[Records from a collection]

BEGIN

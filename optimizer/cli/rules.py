"""``corepace rules``: the shipped rule sets and the fields of a rule written in a scenario."""

from __future__ import annotations

import argparse

import pandas as pd

from optimizer.cli.common import EXIT_OK
from optimizer.cli.options import Formatter, add_common
from optimizer.cli.terminal import Ui, rich_table
from optimizer.dwell.describe import rule_text
from optimizer.reporting import export
from optimizer.scenario.models import (
    ChillRuleSpec,
    CookRuleSpec,
    FreezeRuleSpec,
    builtin_rules,
)

__all__ = ["add_parser", "cmd_rules", "rule_fields_table", "shipped_rules_table"]


def add_parser(subparsers: argparse._SubParsersAction) -> argparse.ArgumentParser:
    """Add ``corepace rules`` to the command's subparsers."""
    p = subparsers.add_parser(
        "rules",
        help="shipped rule sets and the fields of a rule",
        description="List the rule sets shipped with corepace (name them in a product's "
        "cook_rule or chill_rule) and the fields of a rule written inline or under "
        "the scenario's rules: section.",
        epilog="examples:\n  corepace rules\n  corepace rules --json\n",
        formatter_class=Formatter,
    )
    add_common(p, out=False)
    p.set_defaults(func=cmd_rules)
    return p


def shipped_rules_table() -> pd.DataFrame:
    """One row per shipped rule set: name, kind, requirement in words, source."""
    rows = [
        {"name": name, "kind": rule.kind, "requirement": rule_text(rule), "source": rule.source}
        for name, rule in sorted(builtin_rules().items())
    ]
    return pd.DataFrame(rows, columns=["name", "kind", "requirement", "source"])


def rule_fields_table() -> pd.DataFrame:
    """One row per field of a cook, chill and freeze rule: kind, field, required, meaning."""
    rows = []
    for model in (CookRuleSpec, ChillRuleSpec, FreezeRuleSpec):
        kind = model.model_fields["kind"].default
        for name, f in model.model_fields.items():
            rows.append(
                {
                    "kind": kind,
                    "field": f.alias or name,
                    "required": f.is_required(),
                    "meaning": f.description
                    or (f"{kind}: the kind of rule" if name == "kind" else ""),
                }
            )
    return pd.DataFrame(rows, columns=["kind", "field", "required", "meaning"])


def cmd_rules(args: argparse.Namespace, ui: Ui) -> int:
    """``corepace rules``: print the shipped rule sets and the fields of a rule."""
    shipped, fields = shipped_rules_table(), rule_fields_table()
    ui.emit_json({"rules": export.table_records(shipped), "fields": export.table_records(fields)})
    ui.result(
        rich_table(
            shipped,
            title="Shipped rule sets (examples: check them against the plant's food-safety plan)",
        )
    )
    ui.say(rich_table(fields, title="Fields of a rule written in a scenario"))
    return EXIT_OK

END

Work instruction: Using the exact wording, write out all of the records.

Output for this exercise:
filename optimizer/cli/rules.py
"""``corepace rules``: the shipped rule sets and the fields of a rule written in a scenario."""

from __future__ import annotations

import argparse

import pandas as pd

from optimizer.cli.common import EXIT_OK
from optimizer.cli.options import Formatter, add_common
from optimizer.cli.terminal import Ui, rich_table
from optimizer.dwell.describe import rule_text
from optimizer.reporting import export
from optimizer.scenario.models import (
    ChillRuleSpec,
    CookRuleSpec,
    FreezeRuleSpec,
    builtin_rules,
)

__all__ = ["add_parser", "cmd_rules", "rule_fields_table", "shipped_rules_table"]


def add_parser(subparsers: argparse._SubParsersAction) -> argparse.ArgumentParser:
    """Add ``corepace rules`` to the command's subparsers."""
    p = subparsers.add_parser(
        "rules",
        help="shipped rule sets and the fields of a rule",
        description="List the rule sets shipped with corepace (name them in a product's "
        "cook_rule or chill_rule) and the fields of a rule written inline or under "
        "the scenario's rules: section.",
        epilog="examples:\n  corepace rules\n  corepace rules --json\n",
        formatter_class=Formatter,
    )
    add_common(p, out=False)
    p.set_defaults(func=cmd_rules)
    return p


def shipped_rules_table() -> pd.DataFrame:
    """One row per shipped rule set: name, kind, requirement in words, source."""
    rows = [
        {"name": name, "kind": rule.kind, "requirement": rule_text(rule), "source": rule.source}
        for name, rule in sorted(builtin_rules().items())
    ]
    return pd.DataFrame(rows, columns=["name", "kind", "requirement", "source"])


def rule_fields_table() -> pd.DataFrame:
    """One row per field of a cook, chill and freeze rule: kind, field, required, meaning."""
    rows = []
    for model in (CookRuleSpec, ChillRuleSpec, FreezeRuleSpec):
        kind = model.model_fields["kind"].default
        for name, f in model.model_fields.items():
            rows.append(
                {
                    "kind": kind,
                    "field": f.alias or name,
                    "required": f.is_required(),
                    "meaning": f.description
                    or (f"{kind}: the kind of rule" if name == "kind" else ""),
                }
            )
    return pd.DataFrame(rows, columns=["kind", "field", "required", "meaning"])


def cmd_rules(args: argparse.Namespace, ui: Ui) -> int:
    """``corepace rules``: print the shipped rule sets and the fields of a rule."""
    shipped, fields = shipped_rules_table(), rule_fields_table()
    ui.emit_json({"rules": export.table_records(shipped), "fields": export.table_records(fields)})
    ui.result(
        rich_table(
            shipped,
            title="Shipped rule sets (examples: check them against the plant's food-safety plan)",
        )
    )
    ui.say(rich_table(fields, title="Fields of a rule written in a scenario"))
    return EXIT_OK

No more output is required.